Return, word for word, the lines of the listing below from the one with "lin = z <= c - w" through the one with "4, cylinder_radius_nm=0.4, blend_half_width_nm=0.1)", and no other lines.

- - - - - - -

def _search_note(objective, method, shrinkage, n_combos, n_seeds, min_gain):
    what = {"separate": "held-out Fisher ratio of the discriminant direction",
            "slow": "held-out VAMP-2 of the slowest singular function (squared correlation "
                    "across the lag)",
            "both": "held-out J/(1+J) times the held-out autocorrelation at the lag"}[objective]
    disc = ("; the CV is the slowest TICA direction (reversible estimate) in kinetic-map "
            "scaling" if objective == "slow" else
            f"; {method.upper()} with shrinkage {shrinkage:g}, equal state weights")
    return (f"search ({objective}): {n_combos} combinations from greedy forward searches "
            f"started at the {n_seeds} best single descriptors, scored by {what}; a term is "
            f"added only if it raises the score by more than {min_gain:.0%}; ranked with the "
            f"one-standard-error rule{disc}")


def _box_notes(pool, diag, min_box):
    if min_box is None:
        return ["no periodic box: distances are plain Euclidean"]
    out = [f"periodic box: distances use the minimum image (smallest box height "
           f"{min_box:.3g} nm)"]
    is_dist = np.array([pool.descriptors[i].kind in ("distance", "center_distance")
                        for i in pool.feature_descriptor], dtype=bool)
    if is_dist.any():
        longest = float(np.max([d.maximum[is_dist].max() for d in diag]))
        if longest > 0.5 * min_box:
            out.append(f"warning: some distances reach {longest:.3g} nm, more than half the "
                       f"smallest box height ({min_box:.3g} nm), where the minimum image folds "
                       "them back; lower --cutoff or check the box")
    return out


def _block_frames(seg_counts, taus, timesteps, lag_frames):
    """Bootstrap block length in frames, or None for whole runs.

    At least twice the longest integrated autocorrelation time of `taus`
    (``(time, decayed, ...)`` or None each) and two lags; whole runs when that
    exceeds half the shortest run, when some motion did not decorrelate within
    the runs, or when no time is known.
    """
    dt = next(iter(timesteps.values())) or 1.0
    known = [t for t in taus if t is not None]
    if not known or any(not decayed for _, decayed, *_ in known):
        return None
    longest = max(t for t, *_ in known)
    b = max(1, int(math.ceil(2.0 * longest / dt)))
    if lag_frames:
        b = max(b, 2 * max(lag_frames.values()))
    shortest = int(seg_counts[seg_counts > 0].min())
    if b > shortest // 2:
        return None
    return b


def _box_heights(vectors):
    """Perpendicular heights (nm) of boxes given as row vectors, shape (n, 3)."""
    v = np.asarray(vectors, dtype=np.float64)
    vol = np.abs(np.linalg.det(v))
    out = np.empty(v.shape[:2])
    for i, (j, k) in enumerate(((1, 2), (2, 0), (0, 1))):
        out[:, i] = vol / np.linalg.norm(np.cross(v[:, j], v[:, k]), axis=1)
    return out


def _chunk_frames(source, n_features, budget=2_000_000):
    """Frames per chunk so that a chunk's feature matrix stays near `budget` numbers."""
    return int(min(source.chunk_size, max(8, budget // max(1, n_features))))


def _finite(x):
    x = float(x)
    return x if math.isfinite(x) else None


def _validate_options(**kw):
    ints = {"max_terms": 1, "n_suggestions": 1, "screen_size": 1, "shortlist_size": 1,
            "n_folds": 2, "n_seeds": 1, "prefilter_stride": 1, "n_bootstrap": 0, "seed": 0}
    for name, lo in ints.items():
        v = kw[name]
        if not isinstance(v, (int, np.integer)) or v < lo:
            raise InputError(f"{name}={v!r} must be an integer of at least {lo}")
    if not 0 < kw["max_correlation"] <= 1:
        raise InputError(f"max_correlation={kw['max_correlation']!r} must be in (0, 1]")
    if not kw["min_gain"] >= 0:
        raise InputError(f"min_gain={kw['min_gain']!r} must be non-negative")
    if not 0 <= kw["shrinkage"] <= 1:
        raise InputError(f"shrinkage={kw['shrinkage']!r} must be in [0, 1]")
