def funnel_radius(z, params):
    """Funnel radius R(z), nm, and dR/dz (dimensionless).

    Parameters
    ----------
    z : array-like
        nm along the axis.
    params : dict
        With ``cone_end_z_nm``, ``cone_half_angle_rad``, ``cylinder_radius_nm``,
        ``blend_half_width_nm``.

    Returns
    -------
    radius : ndarray
        nm.
    slope : ndarray
        dR/dz.

    Examples
    --------
    >>> p = dict(cone_end_z_nm=1.0, cone_half_angle_rad=np.pi / 4, cylinder_radius_nm=0.3,
    ...          blend_half_width_nm=0.1)
    >>> [round(float(v), 6) for v in funnel_radius(np.array([0.0, 2.0]), p)[0]]
    [1.3, 0.3]
    """
    z = np.asarray(z, dtype=np.float64)
    c, w = params["cone_end_z_nm"], params["blend_half_width_nm"]
    lin = z <= c - w
    mid = (~lin) & (z < c + w)
    g = np.where(lin, c - z, np.where(mid, (c + w - z) ** 2 / (4 * w), 0.0))
    dg = np.where(lin, -1.0, np.where(mid, -(c + w - z) / (2 * w), 0.0))
    t = np.tan(params["cone_half_angle_rad"])
    return params["cylinder_radius_nm"] + t * g, t * dg


def funnel_reach(params):
    """Largest distance of a point of the funnel from the pocket centre, nm.

    ``z**2 + R(z)**2`` is convex in z (R is convex and positive), so the
    farthest points lie on the rim of one of the two walls.

    Parameters
    ----------
    params : dict
        The shape keys (:data:`SHAPE_KEYS`).

    Returns
    -------
    reach : float
        nm.
    where : str
        ``'upper wall'`` or ``'lower wall'``.

    Examples
    --------
    >>> p = dict(lower_wall_z_nm=-0.5, upper_wall_z_nm=3.0, cone_end_z_nm=1.0,
    ...          cone_half_angle_rad=np.pi / 4, cylinder_radius_nm=0.4, blend_half_width_nm=0.1)
    >>> reach, where = funnel_reach(p)
    >>> round(reach, 6), where
    (3.026549, 'upper wall')
    """
    lo, hi = params["lower_wall_z_nm"], params["upper_wall_z_nm"]
    r_lo = float(funnel_radius(np.array([lo]), params)[0][0])
    r_hi = float(funnel_radius(np.array([hi]), params)[0][0])
    upper, lower = float(np.hypot(hi, r_hi)), float(np.hypot(lo, r_lo))
    return (upper, "upper wall") if upper >= lower else (lower, "lower wall")


#: Most ligand positions returned (``positions``, for the report's picture): a subsample
#: of the frames by a stride chosen from the frame counts.
MAX_POSITIONS = 5000

#: Fewest bound frames for a funnel size: its margins are multiples of the ligand's
#: spread, which a handful of frames does not estimate (common practice).
MIN_FUNNEL_FRAMES = 10


def size_funnel(pocket_xyz=None, ligand_xyz=None, box=None, *, chunks=None, exit_point=None,
                ligand_radius=None, cylinder_pad=0.2, k_std=2.0, min_margin=0.1,
                z_margin=0.2, blend_half_width=0.1, unbound_length=1.5, min_half_angle=0.2,
                bin_width=0.02, weights=None):
    """Recommend a cone+cylinder funnel from bound-state frames.

    The funnel is sized in the frame in which the restraint is evaluated.
    Per frame, ``d`` = ligand centre - pocket centre (geometric centres, each
    group made whole, minimum image: :func:`cvdesign.geometry.center_displacement`,
    as :meth:`cvdesign.spec.Spec.restraint_energy`); the pocket (made whole,
    centred) is fitted onto the reference pocket (the first frame's, in its
    box orientation) by the Kabsch rotation (Kabsch, 1976, Acta Cryst. A32,
    922-923) and ``d`` is rotated with it. The axis and every size come from
    these fitted vectors, so the funnel is expressed in the reference
    pocket's frame, and a run that uses it must hold the pocket in that
    orientation (restrained or aligned). Two passes are made over the
    frames; memory does not grow with their number.

    Rules (margins are common practice in spirit; the numbers are from memory):

    * axis: see :func:`funnel_axis` (in the reference frame; the exit point is
      taken in the coordinates of the first frame and must lie within half
      that frame's smallest box height of its pocket centre: farther, its
      direction is ambiguous under periodic images, and it is refused);
    * ``lower_wall_z_nm`` = deepest observed z minus ``max(z_margin, k_std std_z)``;
    * ``cone_end_z_nm`` = highest observed z plus the same margin plus
      `blend_half_width`, so every bound position lies in the straight part
      of the cone;
    * ``cylinder_radius_nm`` = ligand radius (largest atom distance from the
      ligand centre) + `cylinder_pad` (a few tenths of a nm, so the unbound
      ligand can rotate);
    * ``cone_half_angle_rad`` = the smallest half-angle (at least
      `min_half_angle`) such that, in every z bin, the cone radius exceeds
      the largest observed r by ``max(min_margin, k_std std_r)``;
    * ``upper_wall_z_nm`` = ``cone_end_z_nm + unbound_length`` (far enough
      for the ligand to be solvated; check against your box).

    A warning (in ``warnings`` and ``reasoning``) says when the bound ligand's
    mean z is not positive (the funnel opens away from the ligand: an exit
    point on the wrong side of the pocket), when the funnel reaches
    beyond half the smallest box height of the given frames (the
    pocket-to-ligand vector would then jump to another periodic image inside
    the funnel), or when a group may be too large to be made whole.

    Parameters
    ----------
    pocket_xyz : array-like of shape (n_frames, n_pocket, 3), optional
        nm.
    ligand_xyz : array-like of shape (n_frames, n_ligand, 3), optional
        nm.
    box : array-like or None, default=None
        Periodic box of the frames, nm (see :func:`cvdesign.geometry.minimum_image`).
    chunks : sequence or callable, optional
        Instead of the arrays: a re-iterable of ``(pocket_xyz, ligand_xyz)`` or
        ``(pocket_xyz, ligand_xyz, box)`` chunks, or a callable returning a
        fresh iterator (two passes are made).
    exit_point : array-like of shape (3,), optional
        nm, in the coordinates of the first frame.
    ligand_radius : float, optional
        nm; measured from the frames when omitted.
    cylinder_pad, min_margin, z_margin, blend_half_width, unbound_length, bin_width : float
        nm.
    k_std : float, default=2.0
        Margins in standard deviations.
    min_half_angle : float, default=0.2
        rad.
    weights : array-like of shape (n_frames,), optional
        Non-negative weight of each frame of the arrays (e.g. ``exp(V/kT)`` of a
        biased run, V the bias energy in kJ/mol): the axis, the means and standard
        deviations behind the margins, the r quantile and the density are weighted,
        the extremes the funnel must clear are over every frame, as for biased runs
        in :func:`size_funnel_from_source`; ``observed`` then holds the Kish
        effective sample size. Not with `chunks` (give the frames as arrays, or the
        runs with their bias files to :func:`size_funnel_from_source`).

    Returns
    -------
    dict
        JSON-ready: ``params`` (``axis`` and :data:`SHAPE_KEYS`; nm, rad),
        ``reference_pocket_nm`` (the centred reference pocket, one row per
        pocket atom), ``reference_center_nm`` (its centre in the first
        frame), ``observed`` statistics (nm), ``margins``, ``density``
        (occupied (z, r) cells, for the plot), ``positions`` (``{"z_nm": [...],
        "r_nm": [...]}``: the ligand centre along and across the axis, nm, in the
        reference pocket's frame, of every ``stride``-th frame given, at most
        :data:`MAX_POSITIONS`), ``warnings``, ``reasoning``, ``caution``.

    Raises
    ------
    InputError
        Bad shapes, non-finite coordinates, a pocket that does not fix an
        orientation, a bad exit point (not finite, at the pocket centre, or
        farther from it than half the first frame's smallest box height).

    Examples
    --------
    >>> rng = np.random.default_rng(0)
    >>> pocket = np.tile([[1.0, 0, 0], [-1.0, 0, 0], [0, 1.0, 0], [0, -1.0, 0]], (50, 1, 1))
    >>> lig = rng.normal([0, 0, 0.3], 0.05, size=(50, 1, 3))
    >>> out = size_funnel(pocket, lig)
    >>> p = out["params"]
    >>> out["axis_rule"], p["lower_wall_z_nm"] < 0.1 < p["cone_end_z_nm"]
    ('ligand_offset', True)
    """
    w = None if weights is None else _frame_weights(weights, chunks, pocket_xyz)

    def first():
        fitter, sums = _Fitter(), _FitSums()
        for p, q, b in _chunks(pocket_xyz, ligand_xyz, box, chunks):
            sums = sums.merge(_FitSums.of(fitter(p, q, b), b, w))
        return fitter.reference, sums

    def second(reference, stats, n):
        fitter = _Fitter(reference)
        stride = thinning_stride([n], MAX_POSITIONS)
        z_kept, r_kept = [], []
        for p, q, b in _chunks(pocket_xyz, ligand_xyz, box, chunks):
            first = fitter.n_frames
            d = fitter(p, q, b).d
            stats.update(d, w)
            z, r = project_on_axis(d, stats.origin, stats.axis)
            keep = (first + np.arange(len(d))) % stride == 0
            z_kept.append(z[keep])
            r_kept.append(r[keep])
        return stats, _positions(z_kept, r_kept)

    return _size(first, second, "give a re-iterable or a callable for chunks",
                 exit_point=exit_point, ligand_radius=ligand_radius, cylinder_pad=cylinder_pad,
                 k_std=k_std, min_margin=min_margin, z_margin=z_margin,
                 blend_half_width=blend_half_width, unbound_length=unbound_length,
                 min_half_angle=min_half_angle, bin_width=bin_width, given_weights=w)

- - - - - - -

Completed task
    lin = z <= c - w
    mid = (~lin) & (z < c + w)
    g = np.where(lin, c - z, np.where(mid, (c + w - z) ** 2 / (4 * w), 0.0))
    dg = np.where(lin, -1.0, np.where(mid, -(c + w - z) / (2 * w), 0.0))
    t = np.tan(params["cone_half_angle_rad"])
    return params["cylinder_radius_nm"] + t * g, t * dg


def funnel_reach(params):
    """Largest distance of a point of the funnel from the pocket centre, nm.

    ``z**2 + R(z)**2`` is convex in z (R is convex and positive), so the
    farthest points lie on the rim of one of the two walls.

    Parameters
    ----------
    params : dict
        The shape keys (:data:`SHAPE_KEYS`).

    Returns
    -------
    reach : float
        nm.
    where : str
        ``'upper wall'`` or ``'lower wall'``.

    Examples
    --------
    >>> p = dict(lower_wall_z_nm=-0.5, upper_wall_z_nm=3.0, cone_end_z_nm=1.0,
    ...          cone_half_angle_rad=np.pi / 4, cylinder_radius_nm=0.4, blend_half_width_nm=0.1)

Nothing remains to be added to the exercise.